The Renaissance began with resurgence in classical learning, including the study and proper use of Latin. However, Latin was the language of scholars, not the common people. As more people became literate, many authors began to write in their vernacular, or native language, to reach this wider audience. At the same time, many writers attempted to demonstrate that their native languages were just as good as Latin, as Rabelais did when he published his Gargantua and Pantagruel in his native French. In addition, many writers produced works defending the decision to use vernacular, of which Joachim du Bellay's Defence and Illustration of the French Language is one of the most famous. "I do not, however, consider our vulgar tongue, as it now is, to be so vile, so abject as do these ambitious admirers of the Greek and Latin tongues," says Bellay, arguing against the prevailing belief that only the classical languages could produce literary greatness.

Irony

Irony is used in various ways. Two of these are verbal and situational. In its most basic sense, verbal irony entails saying one thing when meaning the opposite, often for a humorous effect. Situational irony occurs in the contrast between what a given set of circumstances appear to be and what in fact they are. For example, in Shakespeare's Macbeth, the title character is given false confidence from a prophecy by three witches, stating that he cannot be killed by a man born of a woman. At the end of the play, Macbeth relies on this prophecy when he fights Macduff. He is so sure of his success that he taunts him, telling Macduff about the prophecy that he cannot be killed by a man of woman born.

Satire

Satire is an attack or protest, created by portraying the object of the protest in an unfavorable manner and hoping to bring about change. In Renaissance times, writers such as Erasmus and his friend More responded to the social injustices they saw with satirical attacks, as an example from Erasmus's The Praise of Folly demonstrates. When speaking about Christians, who he says are "enslaved to blindness and ignorance," Erasmus writes that priests encourage this blindness because they have wisely foreseen "that the people (like cows, which never give down their milk so well as when they are gently stroked), would part with less if they knew more." Erasmus is saying that if people were more educated about the Church and its injustices instead of just relying on the Church's comforting assurances, people would not be so willing to give their faith to the Church. By referring to the process of duping the people into faith as milking a cow, Erasmus sets up a negative image in the readers' minds and causes them to think about his argument.

Utopia

More's Utopia inspired many imaginary societies in the sixteenth and seventeenth centuries and is so famous that the word "utopia" came to signify both any idealized place and the literary form that depicts such a place. Renaissance utopian works sought to inspire social change by creating a new, imaginary, society that addressed problems in a different way. Two related examples from Utopia illustrate how More did this. In the first part of the book, More has his fictional character Raphael Hythloday talk to Cardinal Morton (chancellor to Henry VII) about some reforms he proposes.
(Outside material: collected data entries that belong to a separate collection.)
// handle routes one message to the worker of its sensor, which decodes
// and validates it: decoding is most of the work per reading, and the
// workers share it out over the cores.
func (s *Service) handle(m message) {
	if m.seq != 0 {
		if m.gen < s.minGen || m.seq <= s.lastSeq {
			return // from a consumer since replaced, or a redelivery of a message applied
		}
		if m.seq != s.lastSeq+1 {
			// The consumer sees every sequence of the stream (its filter
			// is all of the stream's subjects), so a message skipped is
			// one lost in flight: after a reconnect, the client drops
			// what the server sent while it was away, and the next
			// acknowledgement (ack-all) would acknowledge it. Read again
			// from the last applied message, once; if the stream itself
			// no longer holds the messages, count them lost.
			missing := m.seq - s.lastSeq - 1
			if !s.refetching {
				s.refetching = true
				s.minGen = s.src.gen.Load() + 1
				s.src.resume(s.lastSeq + 1)
				if mt := s.o.Metrics; mt != nil {
					mt.StreamRefetch.Inc()
				}
				s.log.Warn().Uint64("position", s.lastSeq).Uint64("next", m.seq).Uint64("messages", missing).Msg("stream gap: reading again from the last applied message")
				return
			}
			s.lost(missing, s.lastSeq)
		}
		s.refetching = false
		s.lastSeq, s.lastMsg = m.seq, m.js
		s.appliedSeq.Store(m.seq)
		if m.seq%ackEvery == 0 {
			s.marks = append(s.marks, ackMark{m.seq, m.js})
		}
		s.sinceAck++
		s.streamBytes += uint64(len(m.subject) + len(m.data))
		s.dirty = true
		if mt := s.o.Metrics; mt != nil {
			mt.StreamLag.Set(float64(m.pending))
		}
	}
	s.messages.Add(1)
	if mt := s.o.Metrics; mt != nil {
		mt.Messages.Inc()
	}
	id, ok := strings.CutPrefix(m.subject, s.prefix)
	if !ok || id == "" {
		s.deadLetter(m.subject, m.data, ReasonMalformed, fmt.Errorf("subject %q has no sensor id after %q", m.subject, s.prefix), nil)
		return
	}
	ref, err := s.ref(id)
	if err != nil {
		s.deadLetter(m.subject, m.data, reasonForRoute(err), err, nil)
		return
	}
	// Only a route sweep may forget needs the count; a made sensor's
	// route stays, and its jobs leave the shared counter alone.
	counted := !ref.made.Load()
	if counted {
		ref.inflight.Add(1)
	}
	b := s.batchFor(ref.worker)
	b.jobs = append(b.jobs, job{ref: ref, data: m.data, seq: m.seq, counted: counted})
	s.dirty = true
	if len(b.jobs) >= jobsPerBatch {
		s.flushWorker(ref.worker)
	}
}

// deadLetter counts refused input and republishes the message to the
// rejected subject with the reasons in headers. rejects lists per-reading
// problems of a payload whose other readings were kept.
// It is safe for concurrent use.
func (s *Service) deadLetter(subject string, data []byte, reason Reason, cause error, rejects []Reject) {
	n := max(1, len(rejects))
	s.rejected.Add(uint64(n))
	if mt := s.o.Metrics; mt != nil {
		if len(rejects) == 0 {
			mt.Rejected.WithLabelValues(reason.String()).Inc()
		}
		for _, r := range rejects {
			mt.Rejected.WithLabelValues(r.Reason.String()).Inc()
		}
	}
	s.badLog.Warn().Str("subject", QuoteID(subject)).Str("reason", reason.String()).Int("n", n).Err(cause).Msg("input rejected")
	msg := nats.NewMsg(s.o.RejectedSubject)
	msg.Data = data
	msg.Header.Set(HeaderReason, reason.String())
	if cause != nil {
		msg.Header.Set(HeaderError, cause.Error())
	}
	// A subject may hold bytes that break a header line or a terminal
	// (a NUL, an escape): those are sent quoted.
	if CheckSensorID(subject) != nil {
		subject = QuoteID(subject)
	}
	msg.Header.Set(HeaderSubject, subject)
	if len(rejects) > 0 {
		var sb strings.Builder
		for i, r := range rejects {
			if i > 0 {
				sb.WriteByte(',')
			}
			sb.WriteString(strconv.Itoa(r.Index))
			sb.WriteByte(':')
			sb.WriteString(r.Reason.String())
		}
		msg.Header.Set(HeaderRejected, sb.String())
	}
	if err := s.o.Conn.PublishMsg(msg); err != nil {
		s.badLog.Error().Err(err).Str("subject", s.o.RejectedSubject).Msg("dead letter not published")
	}
}

func (s *Service) batchFor(w int) *workBatch {
	b := s.pending[w]
	if b == nil {
		b = s.workers[w].getBatch()
		s.pending[w] = b
	}
	return b
}

func (s *Service) flushWorker(w int) {
	if b := s.pending[w]; b != nil {
		s.workers[w].in <- b
		s.pending[w] = nil
	}
}

func (s *Service) flush() {
	for w := range s.pending {
		s.flushWorker(w)
	}
}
Hythloday brings up a current problem, the wool trade. Says Hythloday, "Your sheep . . . that commonly are so meek and eat so little; now, as I hear, they have become so greedy and fierce that they devour men themselves." This is not a literal eating of men, but a symbolic one. It points to the fact that landlords who wished to get rich from the wool trade were creating widespread poverty by stealing all of the common land people formerly used for agriculture, so that the landlords' sheep could graze on it. As a result, many of the new rural poor crowded into the cities, which led to other social ills such as disease and crime. In the second part of the book, about utopia itself, Hythloday demonstrates how the utopians do not have this problem because they conserve their resources when making and using clothes: "They use linen cloth most because it requires the least labour . . . . a Utopian is content with a single cloak, and generally wears it for two years."